My mom died a year ago today. They told me the longing would get easier. And it does. Thankfully no one told me it would get better. Because it bloody well doesn't. I miss her every day. Every single day.
Those last days in the hospital were harrowing but happy. If I think back on the last 24 hours of her life I am grateful for many things. That, as a family, we could share her last meal with her. It was melkkos, brought to the hospital by a dear friend who arrived carrying a huge pot of my mom's favorite milky sweetness and enough spoons and small bowls for the entire extended family. I am grateful that her grandson was christened at her hospital bed. That her favourite nurse was on duty to administer the last morphine. That a kind hospital volunteer came to paint her toes a pretty pale shade of pink, as requested 'for the journey'. And that my father kissed away her last breath. I am most grateful for the latter. We should all be loved to death.
Comfort Me With Butter.
My mother died a few months ago. But we had time to say goodbye. Time for her to tell me where she had put the silver cutlery that she wanted me to have. Time for me to ask her for her brandy butter recipe. We dealt in practicalities because it was too horrific to acknowledge the desperate sadness of knowing that time had finally run out, too heartbroken about the fact that we would never share a meal again, too desolate to speak of a Christmas without her. Too sad for conversation. When the end came I simply told her that I loved her, told her that I would one day name my daughter Lily and my son Sebastiaan. I promised her that I would be strong. I told her that words were unnecessary. But that didn’t mean that I didn’t want them. Because I do. I still have so much I want to tell her; so much I want her to share with me. While I still could, shortly after her death, I would dial her telephone number so that I could listen to her voice message - so that I could hear her voice. I would give anything to hear her voice again.

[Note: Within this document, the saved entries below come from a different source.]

"""A program that writes batches into a journal until it is killed, and says which of them it was told are on disk.

Each batch has a random number of inputs, an effect that says how many and which is the first, and a snapshot.
"""

import random
import sys
import time
from pathlib import Path

from gateway.events import Message
from gateway.journal.reader import Reader
from gateway.journal.records import Batch, EffectRow, EventRow, SnapshotRow
from gateway.journal.writer import Writer


def batch(first: int, size: int) -> Batch:
    """Return a batch of so many inputs; its token is the number of the last."""
    last = first + size - 1
    events = [
        EventRow(seq, seq, Message(seq, f"topic/{seq % 7}", str(seq).encode() * (seq % 50)))
        for seq in range(first, first + size)
    ]
    effect = EffectRow(last, last, last, "note", "batch", {"first": first, "size": size})
    return Batch(events, [effect], [SnapshotRow(last, last, "d", {"last": last})], token=last)


def main(path: Path, seed: int) -> None:
    """Write on, after what is there, without end."""
    draw = random.Random(seed)
    writer = Writer(path, lambda last: print(last, flush=True))  # noqa: T201 - whoever started this reads it
    reader = Reader(path)
    first = reader.last_seq() + 1
    reader.close()
    print("begun", flush=True)  # noqa: T201 - as above
    while True:
        size = draw.randint(1, 300)
        writer.submit(batch(first, size))
        first += size
        while writer._inputs > 5_000:
            time.sleep(0.001)


if __name__ == "__main__":
    main(Path(sys.argv[1]), int(sys.argv[2]))
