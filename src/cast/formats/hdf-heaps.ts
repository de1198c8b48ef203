/**
 * The global heaps of an HDF5 file (format specification 3.0, III.E) hold its lists of unequal length, the names of
 * dimensions among them. A heap whose objects do not add up sends the library round in circles, so it is looked over
 * before the file is opened.
 */

const SIGNATURE = [0x47, 0x43, 0x4f, 0x4c];
const HEADER_BYTES = 16;

const isHeapAt = (bytes: Uint8Array, at: number): boolean => SIGNATURE.every((byte, i) => bytes[at + i] === byte);

/** Whether the objects of the heap at this place lie behind each other up to its end. */
function addsUp(view: DataView, at: number): boolean {
  const end = at + Number(view.getBigUint64(at + 8, true));
  if (!(end <= view.byteLength)) return false;
  let place = at + HEADER_BYTES;
  while (place + HEADER_BYTES <= end) {
    const index = view.getUint16(place, true);
    const size = Number(view.getBigUint64(place + 8, true));
    // Object 0 is the free space, which counts its own header and goes to the end.
    if (index === 0) return place + size === end;
    if (size === 0) return false;
    place += HEADER_BYTES + Math.ceil(size / 8) * 8;
  }
  return place <= end;
}

/** Throws where a heap cannot be what it says. */
export function checkHeaps(bytes: Uint8Array): void {
  const view = new DataView(bytes.buffer, bytes.byteOffset, bytes.byteLength);
  for (let at = 0; at + HEADER_BYTES <= bytes.length; at += 8)
    if (isHeapAt(bytes, at) && !addsUp(view, at)) throw new Error("a heap of lists in the file is damaged");
}
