import { spawnSync } from "node:child_process";
import { mkdtempSync, rmSync } from "node:fs";
import { tmpdir } from "node:os";
import { join } from "node:path";
import { fileURLToPath } from "node:url";
import { build } from "vite";
import { describe, expect, test } from "vitest";
import { corpusIn, fuzzText, inputOf } from "./text-fuzz.ts";

const files = fileURLToPath(new URL("../corpus/files/", import.meta.url));
const corpus = corpusIn(files);

describe("damaged text files", () => {
  test("two thousand of them: no throw, no silence, none over two seconds, no broken cast", () => {
    expect(fuzzText(corpus, 1, 2000)).toEqual([]);
  });

  test("a seed makes the same bytes again", () => {
    expect(inputOf(7, corpus)).toEqual(inputOf(7, corpus));
    expect(inputOf(7, corpus)).not.toEqual(inputOf(8, corpus));
  });

  test("the long run goes through its seeds in watched threads", async () => {
    const outDir = mkdtempSync(join(tmpdir(), "text-fuzz-"));
    try {
      const ssr = fileURLToPath(new URL("./run-fuzz.ts", import.meta.url));
      await build({
        configFile: false,
        logLevel: "silent",
        ssr: { noExternal: true },
        build: { ssr, outDir, target: "node20" },
      });
      const run = spawnSync(process.execPath, [join(outDir, "run-fuzz.js"), "text", "1", "50", files], {
        encoding: "utf8",
      });
      expect(run.stderr).toBe("");
      expect(run.stdout).toMatch(/^50 inputs, 0 failures, \d+ a second\n$/);
      expect(run.status).toBe(0);
    } finally {
      rmSync(outDir, { recursive: true });
    }
  });
});
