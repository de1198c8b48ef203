import type { Dataset, Group } from "h5wasm";
import { checkHeaps } from "./hdf-heaps.ts";
import type { Attributes, NetcdfFile } from "./netcdf-file.ts";
import { sizeOf } from "./netcdf-file.ts";

/** A dataset may be compressed this many times; a header that promises more is not believed. */
const MOST_COMPRESSED = 1000;

/** The library keeps files by name in a file system of its own. */
const SCRATCH_NAME = "/file-in-hand.nc";

/** Whole numbers, floating-point numbers and texts, as HDF5 counts its kinds of data. */
const PLAIN_KINDS = [0, 1, 3];

/** Lists of lists and references, whose lengths a damaged file may state at will, are not looked into. */
const isPlain = (metadata: { readonly type: number } | null): boolean =>
  metadata !== null && PLAIN_KINDS.includes(metadata.type);

function attributesOf(dataset: Dataset | Group): Attributes {
  const found: Record<string, string | number> = {};
  for (const [name, attribute] of Object.entries(dataset.attrs)) {
    if (!isPlain(attribute.metadata)) continue;
    const { value } = attribute;
    const first = Array.isArray(value) || ArrayBuffer.isView(value) ? (value as ArrayLike<unknown>)[0] : value;
    if (typeof first === "string" || typeof first === "number") found[name] = first;
    else if (typeof first === "bigint") found[name] = Number(first);
  }
  return found;
}

/** A dimension that is no variable is kept as a dataset of zeros under this name. */
const EMPTY_DIMENSION = /^This is a netCDF dimension but not a netCDF variable/;

const lastPart = (path: string): string => path.slice(path.lastIndexOf("/") + 1);

/** Dimensions have their names from the scales attached to them; a scale is its own. */
function dimensionsOf(dataset: Dataset): NetcdfFile["variables"][number]["dimensions"] {
  const shape = dataset.shape ?? [];
  return shape.map((size, axis) => {
    const [scale] = dataset.get_attached_scales(axis);
    const own = shape.length === 1 ? lastPart(dataset.path) : `${lastPart(dataset.path)} axis ${axis}`;
    return { name: scale === undefined ? own : lastPart(scale), size };
  });
}

/** Reads netCDF-4, which is HDF5, from its root group. Throws where the header promises what the file cannot hold. */
export async function readHdfNetcdf(bytes: Uint8Array): Promise<NetcdfFile> {
  checkHeaps(bytes);
  const h5wasm = await import("h5wasm");
  const module = await h5wasm.ready;
  module.activate_throwing_error_handler();
  module.FS.writeFile(SCRATCH_NAME, bytes);
  const file = new h5wasm.File(SCRATCH_NAME, "r");
  try {
    const datasets = file.keys().flatMap((name) => {
      const item = file.get(name);
      const isVariable =
        item instanceof h5wasm.Dataset &&
        isPlain(item.metadata) &&
        !EMPTY_DIMENSION.test(String(item.attrs.NAME?.value ?? ""));
      return isVariable ? [item] : [];
    });
    return {
      attributes: attributesOf(file),
      // The values are taken now: the file is closed when this returns.
      variables: datasets.map((dataset) => {
        const dimensions = dimensionsOf(dataset);
        if (!(sizeOf(dimensions) <= bytes.length * MOST_COMPRESSED))
          throw new Error(`${dataset.path} is said to hold more than the whole file can`);
        const values = plainValues(dataset.value);
        return { name: lastPart(dataset.path), dimensions, attributes: attributesOf(dataset), values: () => values };
      }),
    };
  } finally {
    file.close();
    module.FS.unlink(SCRATCH_NAME);
  }
}

function plainValues(value: unknown): ArrayLike<number | string> {
  if (typeof value === "number" || typeof value === "string") return [value];
  if (typeof value === "bigint") return [Number(value)];
  if (value instanceof BigInt64Array || value instanceof BigUint64Array) return Array.from(value, Number);
  if (ArrayBuffer.isView(value) || Array.isArray(value)) return value as unknown as ArrayLike<number | string>;
  return [];
}
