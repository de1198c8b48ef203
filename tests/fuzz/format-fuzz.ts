/** Damaged workbooks and netCDF files go through the reader; whatever it makes of them, it must keep its promises. */
import { readdirSync, readFileSync } from "node:fs";
import { join } from "node:path";
import { readFile } from "../../src/cast/index.ts";
import { below, pick, type Random, randomOf } from "./mutate-text.ts";
import type { Failure } from "./text-fuzz.ts";

const LONGEST_MS = 2000;

/** Read in full, a workbook may take this; nothing may take more for long. */
const MOST_GROWTH_BYTES = 1.5 * 2 ** 30;

export function binariesIn(folder: string): readonly Uint8Array[] {
  return readdirSync(folder)
    .filter((name) => /\.(nc|xlsx)$/.test(name))
    .sort()
    .map((name) => new Uint8Array(readFileSync(join(folder, name))));
}

/** Headers stand at the front of netCDF files and at the back of workbooks: that is where lies do most. */
function placeIn(random: Random, bytes: Uint8Array): number {
  const near = Math.min(bytes.length, 512);
  const kind = random();
  if (kind < 0.5) return below(random, near);
  if (kind < 0.7) return bytes.length - 1 - below(random, near);
  return below(random, bytes.length);
}

const TELLING_BYTES = [0x00, 0x01, 0x7f, 0x80, 0xff];

type Damage = (random: Random, bytes: Uint8Array, other: Uint8Array) => Uint8Array;

const DAMAGE: readonly Damage[] = [
  (random, bytes) => {
    const changed = bytes.slice();
    for (let n = 1 + below(random, 8); n > 0; n--) {
      changed[placeIn(random, bytes)] = random() < 0.5 ? pick(random, TELLING_BYTES) : below(random, 256);
    }
    return changed;
  },
  // Lengths and counts are whole numbers of four bytes.
  (random, bytes) => {
    const changed = bytes.slice();
    const view = new DataView(changed.buffer);
    const at = Math.min(placeIn(random, bytes) & ~3, Math.max(0, changed.length - 4));
    if (changed.length >= 4)
      view.setUint32(at, pick(random, [0, 1, 0x7fff_ffff, 0xffff_ffff, 0x1000_0000]), random() < 0.5);
    return changed;
  },
  (random, bytes) => bytes.slice(0, 1 + below(random, bytes.length)),
  (random, bytes, other) => {
    const at = below(random, bytes.length);
    const joined = new Uint8Array(bytes.length + other.length);
    joined.set(bytes.subarray(0, at));
    joined.set(other, at);
    return joined.subarray(0, at + other.length).slice();
  },
];

/** The same seed makes the same bytes. */
export function damagedBinary(seed: number, corpus: readonly Uint8Array[]): Uint8Array {
  const random = randomOf(seed);
  let bytes = pick(random, corpus);
  for (let n = 1 + below(random, 3); n > 0 && bytes.length > 0; n--)
    bytes = pick(random, DAMAGE)(random, bytes, pick(random, corpus));
  return bytes;
}

/** What is wrong with how damaged files are taken, seed by seed. */
export async function fuzzFormats(
  corpus: readonly Uint8Array[],
  firstSeed: number,
  count: number,
  onSeed: (seed: number) => void = () => {},
): Promise<readonly Failure[]> {
  const failures: Failure[] = [];
  for (let seed = firstSeed; seed < firstSeed + count; seed++) {
    onSeed(seed);
    const bytes = damagedBinary(seed, corpus);
    const startMs = performance.now();
    const startBytes = process.memoryUsage().rss;
    try {
      const outcome = await readFile("damaged", bytes);
      if (!outcome.ok && outcome.issues.every((issue) => issue.message === ""))
        failures.push({ seed, what: "no result and no message" });
      if (outcome.ok && outcome.value.casts.some(({ samples }) => samples.inSituTempC.length !== samples.n))
        failures.push({ seed, what: "a broken cast" });
    } catch (error) {
      failures.push({ seed, what: `throws ${String(error)}` });
    }
    if (performance.now() - startMs > LONGEST_MS) failures.push({ seed, what: "takes over two seconds" });
    if (process.memoryUsage().rss - startBytes > MOST_GROWTH_BYTES)
      failures.push({ seed, what: "takes too much memory" });
  }
  return failures;
}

The other night I boiled some mielies for supper and as I was slathering them in butter, Jacques asked me where he could find my mother’s salt. I broke down in tears for I had used the last of the spicy salt my mom made for us a while ago. Thinking that she would, as always, replenish my stock as soon as she felt better. She never did. And I never did find out what it was that she put into the salt to give it that distinctive taste. A taste that will now elude me forever. The taste given to me by the mother I mourn. That night my tears salted the mielies, the mielies that I drenched in butter in honour of my mother. Because my mom believed that butter made everything better. She comforted me with butter, both as a child and as an adult. And now I need butter in the face of my relentless, all-consuming grief. I eat butter the way Marie taught me to. Cold butter thickly spread on hot toast. Buttery eggs. Marie biscuits held together by softened butter. Sweet potato with melted butter. Hot buttered popcorn. Anchovy butter. Bread and butter pudding. And as I eat the butter I remember. I recall the laughter, the travels, the late night reminiscing in foreign hotel rooms. I remember how we would always hold hands in the cinema, how every phone call ended with a love-you. How she drank cognac from a crystal goblet and tea from a mug. How soft her skin was and how loud her laughter. And as the butter sizzles in the pan, I know, In elke bietjie botter sal ek Mamma onthou. In every bit of butter, I will remember my mom.